For Christmas I received a carpenter's apron with 15 plus pockets and few hammer loops. Not what I was looking for at all as I already have a few carpenter's aprons. 

I'd love to see others aprons, anyone sew one before?  I'd be interested in making one if i find a good pattern.

What features are good on a turning apron?


----------



## Silverado (Jan 4, 2015)

Check Timberbits. they have a nice Turners Smock for $25.00


----------



## Fish30114 (Jan 4, 2015)

I bought a couple of the smocks from Timberbits--I don't care for them at all--plus they run small in size--I am normally a 1-X but I ordered 2X just for some additional room in them, and I can barely put them on. I much prefer the one from Easy Wood that they carry at Woodcraft, but it (like most you find) is abusively priced at 59.99.

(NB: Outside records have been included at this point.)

package dev.rungbook.internal;

import static org.junit.jupiter.api.Assertions.assertArrayEquals;
import static org.junit.jupiter.api.Assertions.assertEquals;
import static org.junit.jupiter.api.Assertions.assertTrue;

import java.util.SplittableRandom;
import org.junit.jupiter.api.Test;

/**
 * The shared reductions: the Vector API path (present in the test JVM, which runs with
 * {@code --add-modules jdk.incubator.vector}) against the plain loops, bit for bit, and the plain loops against
 * their definitions.
 */
class LanesTest {
    private static float[] values(SplittableRandom r, int n) {
        float[] v = new float[n];
        for (int i = 0; i < n; i++) {
            int k = r.nextInt(20);
            v[i] = k == 0 ? -0.0f : k == 1 ? 0.0f : (float) (r.nextGaussian() * Math.exp(r.nextDouble(-20, 20)));
        }
        return v;
    }

    @Test
    void theVectorPathIsPresentInTheTestJvm() {
        assertTrue(Lanes.vectorised(), "surefire runs with --add-modules jdk.incubator.vector");
    }

    @Test
    void vectorReductionsEqualThePlainLoopsBitForBit() {
        SplittableRandom r = new SplittableRandom(5);
        for (int n = 0; n < 300; n++) {
            float[] v = values(r, n + 7);
            int from = n % 7;
            int to = from + n;
            for (float[] start : new float[][] {{0f, 0f}, {Float.POSITIVE_INFINITY, Float.NEGATIVE_INFINITY},
                {-0.0f, -0.0f}}) {
                float[] want = Lanes.scalarMinMax(v, from, to, start[0], start[1]);
                float[] got = VectorLanes.minMax(v, from, to, start[0], start[1]);
                assertEquals(Float.floatToRawIntBits(want[0]), Float.floatToRawIntBits(got[0]), "min, n " + n);
                assertEquals(Float.floatToRawIntBits(want[1]), Float.floatToRawIntBits(got[1]), "max, n " + n);
            }
            assertEquals(Float.floatToRawIntBits(Lanes.scalarMaxAbs(v, from, to)),
                    Float.floatToRawIntBits(VectorLanes.maxAbs(v, from, to)), "max |v|, n " + n);
            float[] d = values(r, n + 7);
            // error sums of segments: one of n values, then segments of 1..n values filling [from, to)
            for (int m : new int[] {n, 1 + n % 13, 1 + n % 70}) {
                if (m == 0) {
                    continue;
                }
                int count = n / m;
                float[] scales = new float[count + 1];
                for (int k = 0; k < scales.length; k++) {
                    scales[k] = (float) Math.exp(r.nextDouble(-10, 10));
                }
                double[] we = new double[count + 1];
                double[] wsig = new double[count + 1];
                double[] ge = new double[count + 1];
                double[] gsig = new double[count + 1];
                Fused.scalarSegmentSums(v, d, from, count, m, scales, 1, we, wsig);
                VectorLanes.segmentSums(v, d, from, count, m, scales, 1, ge, gsig);
                assertArrayEquals(we, ge, 0.0, "error sums, n " + n + ", m " + m);
                assertArrayEquals(wsig, gsig, 0.0, "signal sums, n " + n + ", m " + m);
                for (int k = 1; k <= count; k++) {
                    double[] one = Fused.scalarErrorSums(v, d, from + (k - 1) * m, from + k * m, 1f / scales[k]);
                    assertEquals(Double.doubleToRawLongBits(one[0] * ((double) scales[k] * scales[k])),
                            Double.doubleToRawLongBits(ge[k]), "segment " + k + " of n " + n);
                }
            }
        }
    }

    @Test
    void nanAndInfinityPropagate() {
        for (int n = 1; n < 70; n++) {
            for (int at = 0; at < n; at += 5) {
                float[] v = new float[n];
                v[at] = Float.NaN;
                // Source: Math.min/Math.max return NaN if either argument is NaN (java.lang.Math Javadoc).
                assertTrue(Float.isNaN(VectorLanes.minMax(v, 0, n, 0f, 0f)[0]), "min with NaN at " + at);
                assertTrue(Float.isNaN(VectorLanes.minMax(v, 0, n, 0f, 0f)[1]), "max with NaN at " + at);
                assertTrue(!Float.isFinite(VectorLanes.maxAbs(v, 0, n)), "max |v| with NaN at " + at);
                v[at] = Float.NEGATIVE_INFINITY;
                assertEquals(Float.POSITIVE_INFINITY, VectorLanes.maxAbs(v, 0, n));
            }
        }
    }

    @Test
    void plainLoopsFollowTheirDefinitions() {
        float[] v = {3f, -0.0f, -2f, 5f};
        // Source: hand-computed; Math.min orders -0.0 below 0.0.
        assertArrayEquals(new float[] {-2f, 5f}, Lanes.scalarMinMax(v, 0, 4, 0f, 0f));
        assertEquals(Float.floatToRawIntBits(-0.0f), Float.floatToRawIntBits(Lanes.scalarMinMax(v, 1, 2, 0f, 0f)[0]));
        assertEquals(5f, Lanes.scalarMaxAbs(v, 0, 4));
        float[] w = new float[70];
        float[] d = new float[70];
        double e = 0;
        double s = 0;
        for (int i = 0; i < 70; i++) {
            w[i] = i * 0.25f;
            d[i] = w[i] - (i % 3) * 0.5f;
            e += Math.pow((i % 3) * 0.5, 2);
            s += Math.pow(i * 0.25, 2);
        }
        double[] got = Fused.scalarErrorSums(w, d, 0, 70, 1f);
        // Source: the sums computed in double (all terms are exact in float here).
        assertEquals(e, got[0], 1e-9);
        assertEquals(s, got[1], 1e-9);
    }

    @Test
    void pairSumsVectorEqualsPlainLoopBitForBit() {
        // Reference: the plain four-lane loop; every length 0..70 covers the tails, plus a long array
        SplittableRandom r = new SplittableRandom(9);
        for (int n = 0; n < 71; n++) {
            assertPairSumsAgree(values(r, n), values(r, n));
        }
        float[] x = values(r, 100_003);
        float[] y = x.clone();
        for (int i = 0; i < y.length; i += 3) {
            y[i] += (float) r.nextGaussian() * Math.abs(y[i]) * 1e-2f;
        }
        assertPairSumsAgree(x, y);
    }

    private static void assertPairSumsAgree(float[] x, float[] y) {
        double[] want = Lanes.scalarPairSums(x, y);
        double[] got = VectorLanes.pairSums(x, y);
        assertEquals(Lanes.PAIR_SUMS_LENGTH, got.length);
        for (int k = 0; k < want.length; k++) {
            assertEquals(Double.doubleToLongBits(want[k]), Double.doubleToLongBits(got[k]),
                    "entry " + k + " of " + x.length + ": " + want[k] + " vs " + got[k]);
        }
    }

    @Test
    void pairSumsMatchExactSums() {
        // Source: exact arithmetic with java.math.BigDecimal (every float and every product of two floats is exact
        // there); the four-lane double sums must agree to a few units of double rounding
        SplittableRandom r = new SplittableRandom(10);
        float[] x = new float[1003];
        float[] y = new float[x.length];
        for (int i = 0; i < x.length; i++) {
            x[i] = (float) r.nextGaussian();
            y[i] = x[i] + (float) (r.nextGaussian() * 0.05);
        }
        java.math.BigDecimal se = java.math.BigDecimal.ZERO;
        java.math.BigDecimal sa = java.math.BigDecimal.ZERO;
        java.math.BigDecimal sxy = java.math.BigDecimal.ZERO;
        double max = 0;
        float xmin = Float.POSITIVE_INFINITY;
        float ymax = Float.NEGATIVE_INFINITY;
        for (int i = 0; i < x.length; i++) {
            java.math.BigDecimal a = new java.math.BigDecimal(x[i]);
            java.math.BigDecimal b = new java.math.BigDecimal(y[i]);
            java.math.BigDecimal e = b.subtract(a);
            se = se.add(e.multiply(e));
            sa = sa.add(e.abs());
            sxy = sxy.add(a.multiply(b));
            max = Math.max(max, e.abs().doubleValue());
            xmin = Math.min(xmin, x[i]);
            ymax = Math.max(ymax, y[i]);
        }
        for (double[] p : new double[][] {Lanes.scalarPairSums(x, y), Lanes.pairSums(x, y)}) {
            assertEquals(se.doubleValue(), p[0], 1e-13 * se.doubleValue());
            assertEquals(sa.doubleValue(), p[1], 1e-13 * sa.doubleValue());
            assertEquals(max, p[2], 0.0);
            assertEquals(sxy.doubleValue(), p[5], 1e-12 * Math.abs(sxy.doubleValue()));
            assertEquals(xmin, p[6], 0.0);
            assertEquals(ymax, p[9], 0.0);
        }
        double[] empty = Lanes.pairSums(new float[0], new float[0]);
        assertEquals(0.0, empty[0]);
        assertEquals(Double.POSITIVE_INFINITY, empty[6]);
        assertEquals(Double.NEGATIVE_INFINITY, empty[9]);
    }
}
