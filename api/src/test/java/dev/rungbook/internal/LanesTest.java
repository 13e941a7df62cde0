package dev.rungbook.internal;

import static org.junit.jupiter.api.Assertions.assertArrayEquals;
import static org.junit.jupiter.api.Assertions.assertEquals;
import static org.junit.jupiter.api.Assertions.assertTrue;

import java.util.SplittableRandom;
import org.junit.jupiter.api.Test;

/**
 * The shared reductions: the Vector API path (present in the test JVM, which runs with
 * {@code --add-modules jdk.incubator.vector}) against the plain loops, bit for bit, and the plain loops against
 * their definitions.
 */
class LanesTest {
    private static float[] values(SplittableRandom r, int n) {
        float[] v = new float[n];
        for (int i = 0; i < n; i++) {
            int k = r.nextInt(20);
            v[i] = k == 0 ? -0.0f : k == 1 ? 0.0f : (float) (r.nextGaussian() * Math.exp(r.nextDouble(-20, 20)));
        }
        return v;
    }

    @Test
    void theVectorPathIsPresentInTheTestJvm() {
        assertTrue(Lanes.vectorised(), "surefire runs with --add-modules jdk.incubator.vector");
    }

    @Test
    void vectorReductionsEqualThePlainLoopsBitForBit() {
        SplittableRandom r = new SplittableRandom(5);
        for (int n = 0; n < 300; n++) {
            float[] v = values(r, n + 7);
            int from = n % 7;
            int to = from + n;
            for (float[] start : new float[][] {{0f, 0f}, {Float.POSITIVE_INFINITY, Float.NEGATIVE_INFINITY},
                {-0.0f, -0.0f}}) {
                float[] want = Lanes.scalarMinMax(v, from, to, start[0], start[1]);
                float[] got = VectorLanes.minMax(v, from, to, start[0], start[1]);
                assertEquals(Float.floatToRawIntBits(want[0]), Float.floatToRawIntBits(got[0]), "min, n " + n);
                assertEquals(Float.floatToRawIntBits(want[1]), Float.floatToRawIntBits(got[1]), "max, n " + n);
            }
            assertEquals(Float.floatToRawIntBits(Lanes.scalarMaxAbs(v, from, to)),
                    Float.floatToRawIntBits(VectorLanes.maxAbs(v, from, to)), "max |v|, n " + n);
            float[] d = values(r, n + 7);
            float inv = (float) Math.exp(r.nextDouble(-10, 10));
            double[] ws = Fused.scalarErrorSums(v, d, from, to, inv);
            double[] gs = VectorLanes.errorSums(v, d, from, to, inv);
            assertArrayEquals(ws, gs, 0.0, "error sums, n " + n);
            assertEquals(Double.doubleToRawLongBits(ws[0]), Double.doubleToRawLongBits(gs[0]));
        }
    }

    @Test
    void nanAndInfinityPropagate() {
        for (int n = 1; n < 70; n++) {
            for (int at = 0; at < n; at += 5) {
                float[] v = new float[n];
                v[at] = Float.NaN;
                // Source: Math.min/Math.max return NaN if either argument is NaN (java.lang.Math Javadoc).
                assertTrue(Float.isNaN(VectorLanes.minMax(v, 0, n, 0f, 0f)[0]), "min with NaN at " + at);
                assertTrue(Float.isNaN(VectorLanes.minMax(v, 0, n, 0f, 0f)[1]), "max with NaN at " + at);
                assertTrue(!Float.isFinite(VectorLanes.maxAbs(v, 0, n)), "max |v| with NaN at " + at);
                v[at] = Float.NEGATIVE_INFINITY;
                assertEquals(Float.POSITIVE_INFINITY, VectorLanes.maxAbs(v, 0, n));
            }
        }
    }

    @Test
    void plainLoopsFollowTheirDefinitions() {
        float[] v = {3f, -0.0f, -2f, 5f};
        // Source: hand-computed; Math.min orders -0.0 below 0.0.
        assertArrayEquals(new float[] {-2f, 5f}, Lanes.scalarMinMax(v, 0, 4, 0f, 0f));
        assertEquals(Float.floatToRawIntBits(-0.0f), Float.floatToRawIntBits(Lanes.scalarMinMax(v, 1, 2, 0f, 0f)[0]));
        assertEquals(5f, Lanes.scalarMaxAbs(v, 0, 4));
        float[] w = new float[70];
        float[] d = new float[70];
        double e = 0;
        double s = 0;
        for (int i = 0; i < 70; i++) {
            w[i] = i * 0.25f;
            d[i] = w[i] - (i % 3) * 0.5f;
            e += Math.pow((i % 3) * 0.5, 2);
            s += Math.pow(i * 0.25, 2);
        }
        double[] got = Fused.scalarErrorSums(w, d, 0, 70, 1f);
        // Source: the sums computed in double (all terms are exact in float here).
        assertEquals(e, got[0], 1e-9);
        assertEquals(s, got[1], 1e-9);
    }
}
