package dev.rungbook.internal;

import static org.junit.jupiter.api.Assertions.assertArrayEquals;
import static org.junit.jupiter.api.Assertions.assertEquals;
import static org.junit.jupiter.api.Assertions.assertThrows;
import static org.junit.jupiter.api.Assertions.assertTrue;

import dev.rungbook.testing.Fixtures;
import java.util.Random;
import org.junit.jupiter.api.Test;

class FusedTest {

    /** Outputs of one call. */
    private record Out(float[] scales, int[] zps, int[] codes, float[] dq, double[] sqErr, double[] sqSig) {
    }

    private static Out run(float[] w, int rows, int cols, int bits, boolean symmetric) {
        float[] scales = new float[rows];
        int[] zps = new int[rows];
        float[] dq = new float[rows * cols];
        double[] se = new double[rows];
        double[] ss = new double[rows];
        int[] codes = new int[rows * cols];
        if (bits <= 8) {
            byte[] c = new byte[rows * cols];
            Fused.quantizeRows(w, rows, cols, bits, symmetric, scales, zps, c, dq, se, ss);
            for (int i = 0; i < c.length; i++) {
                codes[i] = c[i];
            }
        } else {
            short[] c = new short[rows * cols];
            Fused.quantizeRows(w, rows, cols, bits, symmetric, scales, zps, c, dq, se, ss);
            for (int i = 0; i < c.length; i++) {
                codes[i] = c[i];
            }
        }
        return new Out(scales, zps, codes, dq, se, ss);
    }

    @Test
    void symmetricWorkedExampleRoundsTiesToEven() {
        // Source: textbook symmetric quantization, scale = max|x| / q_max (facts of the trade, check-values.md);
        // max |x| = 127 at 8 bits gives scale 1, so the codes are the values rounded half to even
        float[] w = {127f, 0.5f, 1.5f, 2.5f, -0.5f, -127f};
        Out o = run(w, 1, 6, 8, true);
        assertEquals(1f, o.scales()[0]);
        assertEquals(0, o.zps()[0]);
        assertArrayEquals(new int[] {127, 0, 2, 2, 0, -127}, o.codes());
        assertArrayEquals(new float[] {127f, 0f, 2f, 2f, 0f, -127f}, o.dq());
        assertEquals(4 * 0.25, o.sqErr()[0], 1e-12);
        assertEquals(2 * 127.0 * 127 + 0.25 + 2.25 + 6.25 + 0.25, o.sqSig()[0], 1e-9);
    }

    @Test
    void asymmetricWorkedExamples() {
        // Source: textbook asymmetric quantization, scale = (max - min) / (q_max - q_min), zp = round(q_min -
        // min / scale) (facts of the trade, check-values.md). 2 bits: q in [-2, 1]; row [-1, 3, 0, 1]:
        // scale = 4/3, zp = round(-2 + 0.75) = -1; codes round(x / scale) + zp = [-2, 1, -1, 0]
        Out o = run(new float[] {-1f, 3f, 0f, 1f}, 1, 4, 2, false);
        assertEquals(4f / 3, o.scales()[0], 1e-7);
        assertEquals(-1, o.zps()[0]);
        assertArrayEquals(new int[] {-2, 1, -1, 0}, o.codes());
        assertArrayEquals(new float[] {-4f / 3, 8f / 3, 0f, 4f / 3}, o.dq(), 1e-6f);
        assertEquals(0f, o.dq()[2], 0f, "zero is exact");
        double e = Math.pow(1 - 4.0 / 3, 2) + Math.pow(3 - 8.0 / 3, 2) + Math.pow(1 - 4.0 / 3, 2);
        assertEquals(e, o.sqErr()[0], 1e-6);
        // 8 bits, all positive: the range is stretched to contain 0, scale = 2.55 / 255, zp = -128
        Out p = run(new float[] {0.5f, 2.55f, 1f}, 1, 3, 8, false);
        assertEquals(0.01f, p.scales()[0], 1e-8f);
        assertEquals(-128, p.zps()[0]);
        assertArrayEquals(new int[] {-78, 127, -28}, p.codes());
        assertArrayEquals(new float[] {0.5f, 2.55f, 1f}, p.dq(), 1e-6f);
    }

    @Test
    void zeroAndTinyRowsAreExactAndNeverNaN() {
        float[] w = {0f, 0f, 0f, -0f, 1e-44f, 0f, -1e-44f, 3e-45f, 5f, 5f, 5f, 5f};
        for (boolean sym : new boolean[] {true, false}) {
            Out o = run(w, 3, 4, 8, sym);
            assertEquals(1f, o.scales()[0]);
            assertEquals(0, o.zps()[0]);
            for (int i = 0; i < 4; i++) {
                assertEquals(0, o.codes()[i]);
                assertEquals(0f, o.dq()[i]);
            }
            assertEquals(0.0, o.sqErr()[0]);
            assertTrue(o.scales()[1] >= Float.MIN_NORMAL);
            for (int i = 4; i < 8; i++) {
                assertTrue(Float.isFinite(o.dq()[i]) && Math.abs(o.dq()[i] - w[i]) <= 1e-44f, "row 1: " + o.dq()[i]);
            }
            assertTrue(Double.isFinite(o.sqErr()[1]) && Double.isFinite(o.sqSig()[1]));
            assertArrayEquals(new float[] {5f, 5f, 5f, 5f}, java.util.Arrays.copyOfRange(o.dq(), 8, 12), 1e-6f);
        }
    }

    /** Straightforward reference: textbook formulas with Math.rint, written without the kernel's tricks. */
    private static void assertMatchesReference(float[] w, int rows, int cols, int bits, boolean sym) {
        Out o = run(w, rows, cols, bits, sym);
        int qmax = (1 << (bits - 1)) - 1;
        int qmin = sym ? -qmax : -(1 << (bits - 1));
        for (int r = 0; r < rows; r++) {
            double mn = 0;
            double mx = 0;
            for (int c = 0; c < cols; c++) {
                mn = Math.min(mn, w[r * cols + c]);
                mx = Math.max(mx, w[r * cols + c]);
            }
            float scale = (float) (sym ? Math.max(-mn, mx) / qmax : (mx - mn) / (qmax - qmin));
            int zp = sym ? 0 : (int) Math.rint(qmin - mn / scale);
            assertEquals(scale, o.scales()[r], "row " + r);
            assertEquals(zp, o.zps()[r], "row " + r);
            double se = 0;
            double ss = 0;
            for (int c = 0; c < cols; c++) {
                int i = r * cols + c;
                float x = w[i];
                int q = (int) Math.max(qmin, Math.min(qmax, Math.rint(x / scale) + zp));
                float d = (q - zp) * scale;
                assertEquals(q, o.codes()[i], "code at " + i);
                assertEquals(d, o.dq()[i], "dequant at " + i);
                se += (double) (x - d) * (x - d);
                ss += (double) x * x;
            }
            assertEquals(se, o.sqErr()[r], 1e-5 * se, "row " + r);
            assertEquals(ss, o.sqSig()[r], 1e-5 * ss, "row " + r);
        }
    }

    @Test
    void matchesStraightforwardReferenceForAllBitWidths() {
        Random rnd = Fixtures.random(81);
        int rows = 7;
        int cols = 301;
        float[] w = new float[rows * cols];
        for (int i = 0; i < w.length; i++) {
            int r = i / cols;
            w[i] = (float) (rnd.nextGaussian() * Math.pow(10, r - 3) + (r == 2 ? 5 * Math.pow(10, r - 3) : 0));
        }
        for (int bits = 2; bits <= 16; bits++) {
            assertMatchesReference(w, rows, cols, bits, true);
            assertMatchesReference(w, rows, cols, bits, false);
        }
    }

    private static float[] uniform(long seed, int n, double lo, double hi) {
        Random rnd = Fixtures.random(seed);
        float[] w = new float[n];
        for (int i = 0; i < n; i++) {
            w[i] = (float) (lo + (hi - lo) * rnd.nextDouble());
        }
        return w;
    }

    @Test
    void uniformDataHasNoiseVarianceStepSquaredOverTwelve() {
        int rows = 256;
        int cols = 4096;
        // symmetric grids on data symmetric about 0; asymmetric grids on shifted data (non-zero zero point)
        float[] symData = uniform(82, rows * cols, -1, 1);
        float[] asymData = uniform(84, rows * cols, -0.7, 1.3);
        for (int bits : new int[] {3, 4, 6, 8}) {
            for (boolean sym : new boolean[] {true, false}) {
                Out o = run(sym ? symData : asymData, rows, cols, bits, sym);
                double noise = 0;
                double predicted = 0;
                for (int r = 0; r < rows; r++) {
                    noise += o.sqErr()[r];
                    predicted += cols * (double) o.scales()[r] * o.scales()[r] / 12;
                }
                // Source: textbook uniform quantization noise Delta^2 / 12, check-values.md §13 (about 10^6 samples:
                // standard error 0.1%; the end cells, shifted by the rounded zero point, add a little more)
                assertEquals(1.0, noise / predicted, 0.01, "bits " + bits + " symmetric " + sym);
            }
        }
    }

    @Test
    void uniformFullRangeInputGivesSixDecibelsPerBit() {
        int rows = 64;
        int cols = 4096;
        float[] w = uniform(83, rows * cols, -1, 1);
        for (int bits = 8; bits <= 16; bits += 2) {
            for (boolean sym : new boolean[] {true, false}) {
                Out o = run(w, rows, cols, bits, sym);
                double noise = 0;
                double signal = 0;
                for (int r = 0; r < rows; r++) {
                    noise += o.sqErr()[r];
                    signal += o.sqSig()[r];
                }
                double sqnr = 10 * Math.log10(signal / noise);
                // Source: textbook SQNR of a uniform full-range input, 6.02 b dB (check-values.md §13). With
                // 2^b - 1 steps across the range the exact value is 20 log10(2^b - 1), within 0.04 dB of 6.02 b
                // from 8 bits on.
                assertEquals(6.02 * bits, sqnr, 0.1, "bits " + bits + " symmetric " + sym);
            }
        }
    }

    @Test
    void refusesBadInputNamingThePlace() {
        float[] w = {1f, 2f, 3f, Float.NaN, 5f, 6f};
        IllegalArgumentException e = assertThrows(IllegalArgumentException.class, () -> run(w, 2, 3, 8, false));
        assertTrue(e.getMessage().contains("row 1, column 0"), e.getMessage());
        float[] inf = {1f, Float.NEGATIVE_INFINITY};
        assertThrows(IllegalArgumentException.class, () -> run(inf, 1, 2, 4, true));
        // the vector pass takes a row's min/max while it quantizes the row before: a bad value in a vector lane
        // or in the tail of a later row is still found and named before that row is quantized
        for (int at : new int[] {2 * 70 + 5, 2 * 70 + 67}) {
            float[] big = new float[3 * 70];
            java.util.Arrays.fill(big, 0.5f);
            big[at] = Float.POSITIVE_INFINITY;
            IllegalArgumentException v = assertThrows(IllegalArgumentException.class, () -> run(big, 3, 70, 8, true));
            assertTrue(v.getMessage().contains("row 2, column " + (at - 140)), v.getMessage());
        }
        assertThrows(IllegalArgumentException.class, () -> Fused.quantizeRows(new float[4], 1, 4, 9, true,
                new float[1], new int[1], new byte[4], new float[4], null, null));
        assertThrows(IllegalArgumentException.class, () -> Fused.quantizeRows(new float[4], 1, 4, 1, true,
                new float[1], new int[1], new short[4], new float[4], null, null));
        assertThrows(IllegalArgumentException.class, () -> Fused.quantizeRows(new float[3], 1, 4, 8, true,
                new float[1], new int[1], new byte[4], new float[4], null, null));
    }

    @Test
    void vectorPassGivesTheBitsOfThePlainLoops() {
        // Reference: the plain loops of the same class (vector=false), which the tests above check against the
        // textbook formulas; the one-pass Vector API row must reproduce them bit for bit (codes, dequantized
        // values, sums). Row lengths cover whole chunks, partial chunks and rows shorter than one vector.
        assertTrue(Lanes.vectorised(), "the api tests run with the Vector API module");
        Random rnd = Fixtures.random(85);
        for (int cols : new int[] {1, 7, 8, 9, 63, 64, 65, 130, 301, 1024}) {
            int rows = 6;
            float[] w = new float[rows * cols];
            for (int i = 0; i < w.length; i++) {
                int r = i / cols;
                w[i] = switch (r) {
                    case 0 -> 0f; // zero row
                    case 1 -> 3.25f; // constant row
                    case 2 -> (float) (rnd.nextGaussian() * 1e-30); // tiny values
                    case 3 -> (float) Math.rint(rnd.nextGaussian() * 40) / 2; // many exact ties
                    default -> (float) (rnd.nextGaussian() * Math.pow(10, r - 4) + 0.3);
                };
            }
            for (int bits : new int[] {2, 4, 8, 12, 16}) {
                for (boolean sym : new boolean[] {true, false}) {
                    Out a = rows(w, rows, cols, bits, sym, true);
                    Out b = rows(w, rows, cols, bits, sym, false);
                    String at = cols + " columns, " + bits + " bits, symmetric " + sym;
                    assertArrayEquals(b.scales(), a.scales(), at);
                    assertArrayEquals(b.zps(), a.zps(), at);
                    assertArrayEquals(b.codes(), a.codes(), at);
                    assertArrayEquals(b.dq(), a.dq(), at);
                    assertArrayEquals(b.sqErr(), a.sqErr(), at);
                    assertArrayEquals(b.sqSig(), a.sqSig(), at);
                }
            }
        }
    }

    private static Out rows(float[] w, int rows, int cols, int bits, boolean symmetric, boolean vector) {
        float[] scales = new float[rows];
        int[] zps = new int[rows];
        float[] dq = new float[rows * cols];
        double[] se = new double[rows];
        double[] ss = new double[rows];
        int[] codes = new int[rows * cols];
        byte[] bytes = bits <= 8 ? new byte[rows * cols] : null;
        short[] shorts = bits <= 8 ? null : new short[rows * cols];
        Fused.rows(w, rows, cols, bits, symmetric, scales, zps, bytes, shorts, dq, se, ss, vector);
        for (int i = 0; i < codes.length; i++) {
            codes[i] = bytes != null ? bytes[i] : shorts[i];
        }
        return new Out(scales, zps, codes, dq, se, ss);
    }
}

I've got a leather shop apron from McMaster Carr and it is very simple straightforward and of good quality for a reasonable price, worth looking at.


----------



## navycop (Jan 4, 2015)

I just got a regular "cooking" apron from Michael's. Had it for a couple yrs. I wear it backwards to keep the sawdust out of the pockets...


----------



## Fay Prozora (Jan 4, 2015)

I wear an old scrub top or a hoodie. In the colder weather I go for the hoodie. It has long sleeves and I have to roll them up a little bit but the front zipper zips up just under the chin to keep wood out. It's warmer too, but in the Summer I wear an old scrub top over my clothes. I like the looks of turning smocks that I have seen but they never have a 3X and the price is a bit high.... Fay


----------



## designer (Jan 4, 2015)

I made a denim apron years ago.  I did not really have a pattern other than another apron.  I just marked it off and cut it over sized from the marks and sewed it together.  For a few months I added a couple of pockets with flaps to keep the saw dust out and a few without the flaps.  I used it for years until it got lost in a move.


----------



## Mortalis (Jan 4, 2015)

I wear a flannel lined work shirt (I think I bought them at Wal-mart) that has breast pockets with flaps and hand pockets that face away from the action. My wife bought me a new flannel shirt for Christmas, it doesnt have the hand pockets and I miss them.
I'm just not too keen on an apron that could get caught. I'm not too keen on the sleeves of my shirts either but I keep them buttoned and close to my person that way.


----------



## Rockytime (Jan 4, 2015)

In a previous post someone suggested a light windbreaker. I bought a nylon unlined extra long windbreaker for $7 at a local thrift store. If I had waited until Tuesday (Senior discount day) I could have had it for half price. It is fairly long. I cut off the hood and cut the sleeves to halfway between the wrist and elbow. It zips to the throat. Chips fall off easily. It was cheap and works really well.


----------



## chrisk (Jan 4, 2015)

Great woodturning smocks from UK with embroidery as an option here: Woodturning Smocks


----------



## dogcatcher (Jan 4, 2015)

At the Salvation Army or Goodwill thrift stores, I can buy extra large long sleeve dress shirts for a $1 or $2.  They stay in the shop until they are "disasters with wood duct, glue drips and smears, and just plain filthy.  I can button them up to the collar button keeping everything off of my clothes.   The pockets get full of chips, but I dump them as needed.  They do double duty as shop rags, if I get glue on my hand I just wipe it on my shirt, if I am using dye, they sometimes get splattered with dye.  If I am painting, same thing.  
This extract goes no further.